⟨
// Multifrontal Cholesky factorisation of a sum of element matrices (I.S. Duff, J.K. Reid, ACM TOMS 9 (1983) 302).
// Each front gathers its element matrices and its children's updates in a dense matrix, eliminates its pivots there, keeps their
// columns of L and passes the Schur complement on. No sparse matrix is formed in between.

import { blockStarts, cliqueDofs, type CliqueGraph } from './graph.ts'
import { factoriseFront } from './kernel.ts'
import { assemblyTree, type Front } from './ordering.ts'

/** All that the pattern determines; serves every matrix with this pattern. */
export interface Symbolic {
  readonly graph: CliqueGraph
  readonly n: number
  readonly fronts: readonly Front[]
  /** Dofs of each front: its pivots' first, then the rest's. */
  readonly frontDofs: readonly Int32Array[]
  /** How many of them are pivots. */
  readonly pivotCount: Int32Array
  /** Dofs of each clique, the rows of its element matrix. */
  readonly cliqueDofs: readonly Int32Array[]
  /** Entries of the lower triangle of L, diagonal included. */
  readonly nnzL: number
}

/** L of P A P^T = L L^T, front by front: row by row, each row cut to the front's pivots (rows of pivots: lower triangle). */
export interface Factor {
  readonly symbolic: Symbolic
  readonly columns: readonly Float64Array[]
}

/** The matrix is not positive definite: eliminating this dof left nothing (or less) of its diagonal. */
export class SingularError extends Error {
  override name = 'SingularError'
  constructor(readonly dof: number) {
    super(`the matrix is singular: dof ${dof} is not held`)
  }
}

/** A pivot below this share of the dof's original diagonal counts as zero. */
const LEAST_PIVOT = 1e-13

/** Ordering and pattern of the factor. */
export function analyse(graph: CliqueGraph): Symbolic {
  const start = blockStarts(graph)
  const fronts = assemblyTree(graph)
  const dofsOf = (blocks: Int32Array): number[] => {
    const dofs: number[] = []
    for (const block of blocks) for (let d = start[block]; d < start[block + 1]; d++) dofs.push(d)
    return dofs
  }
  const pivotCount = new Int32Array(fronts.length)
  let nnzL = 0
  const frontDofs = fronts.map(({ pivots, rest }, f) => {
    const own = dofsOf(pivots)
    const dofs = Int32Array.from([...own, ...dofsOf(rest)])
    pivotCount[f] = own.length
    nnzL += own.length * dofs.length - (own.length * (own.length - 1)) / 2
    return dofs
  })
  const cliques = Array.from({ length: graph.cliqueStart.length - 1 }, (_, e) => cliqueDofs(graph, start, e))
  return { graph, n: start[graph.vertices], fronts, frontDofs, pivotCount, cliqueDofs: cliques, nnzL }
}

/**
 * Factor of the sum of the element matrices (square, row by row, symmetric, one a clique in the order of its dofs).
 * A dof marked in `fixed` has its row and column replaced by those of the identity.
 * @throws SingularError when the matrix is not positive definite to rounding
 */
export function factorise(symbolic: Symbolic, elements: readonly Float64Array[], fixed: Uint8Array): Factor {
  const { fronts, frontDofs, pivotCount, n } = symbolic
  const diagonal = diagonalOf(symbolic, elements)
  const place = new Int32Array(n)
  const updates: (Float64Array | null)[] = fronts.map(() => null)
  const columns = fronts.map((front, f) => {
    const dofs = frontDofs[f]
    const size = dofs.length
    const pivots = pivotCount[f]
    dofs.forEach((dof, i) => (place[dof] = i))
    const dense = new Float64Array(size * size)
    for (const e of front.cliques) addMatrix(dense, size, place, symbolic.cliqueDofs[e], 0, elements[e], fixed)
    for (const child of front.children) {
      addMatrix(dense, size, place, frontDofs[child], pivotCount[child], updates[child]!, fixed)
      updates[child] = null
    }
    const least = new Float64Array(pivots)
    for (let i = 0; i < pivots; i++) {
      if (fixed[dofs[i]]) dense[i * size + i] = 1
      else least[i] = LEAST_PIVOT * diagonal[dofs[i]]
    }
    const failed = factoriseFront(dense, size, pivots, least)
    if (failed >= 0) throw new SingularError(dofs[failed])

    const rest = size - pivots
    const update = new Float64Array(rest * rest)
    for (let i = 0; i < rest; i++) {
      const from = (pivots + i) * size + pivots
      update.set(dense.subarray(from, from + i + 1), i * rest)
    }
    updates[f] = update
    const kept = new Float64Array(size * pivots)
    for (let i = 0; i < size; i++) kept.set(dense.subarray(i * size, i * size + pivots), i * pivots)
    return kept
  })
  return { symbolic, columns }
}

/** Adds the lower triangle of a matrix on dofs[skip ..] to a front, in place; fixed rows and columns are left out. */
function addMatrix(
  front: Float64Array,
  size: number,
  place: Int32Array,
  dofs: Int32Array,
  skip: number,
  matrix: Float64Array,
  fixed: Uint8Array
): void {
  const n = dofs.length - skip
  for (let i = 0; i < n; i++) {
    const row = dofs[skip + i]
    if (fixed[row]) continue
    const a = place[row]
    for (let j = 0; j <= i; j++) {
      const column = dofs[skip + j]
      if (fixed[column]) continue
      const b = place[column]
      if (a >= b) front[a * size + b] += matrix[i * n + j]
      else front[b * size + a] += matrix[i * n + j]
    }
  }
}

function diagonalOf({ n, cliqueDofs: dofs }: Symbolic, elements: readonly Float64Array[]): Float64Array {
  const diagonal = new Float64Array(n)
  elements.forEach((matrix, e) => {
    const size = dofs[e].length
    for (let i = 0; i < size; i++) diagonal[dofs[e][i]] += matrix[i * size + i]
  })
  return diagonal
}

/** Solution of L L^T x = b (n numbers), b untouched. */
export function solveFactor({ symbolic, columns }: Factor, b: Float64Array): Float64Array {
  const { frontDofs, pivotCount } = symbolic
  const x = b.slice()
  columns.forEach((l, f) => {
    const dofs = frontDofs[f]
    const pivots = pivotCount[f]
    for (let i = 0; i < dofs.length; i++) {
      const width = i < pivots ? i : pivots
      let sum = x[dofs[i]]
      for (let k = 0; k < width; k++) sum -= l[i * pivots + k] * x[dofs[k]]
      x[dofs[i]] = i < pivots ? sum / l[i * pivots + i] : sum
    }
  })
  for (let f = columns.length - 1; f >= 0; f--) {
    const l = columns[f]
    const dofs = frontDofs[f]
    const pivots = pivotCount[f]
    for (let i = dofs.length - 1; i >= 0; i--) {
      if (i < pivots) x[dofs[i]] /= l[i * pivots + i]
      const value = x[dofs[i]]
      const width = i < pivots ? i : pivots
      for (let k = 0; k < width; k++) x[dofs[k]] -= l[i * pivots + k] * value
    }
  }
  return x
}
⟩
◆ **Task to carry out**: Find every line above where the word "subarray" occurs, and copy that line.

◆ **Written answer**:
      update.set(dense.subarray(from, from + i + 1), i * rest)
    for (let i = 0; i < size; i++) kept.set(dense.subarray(i * size, i * size + pivots), i * pivots)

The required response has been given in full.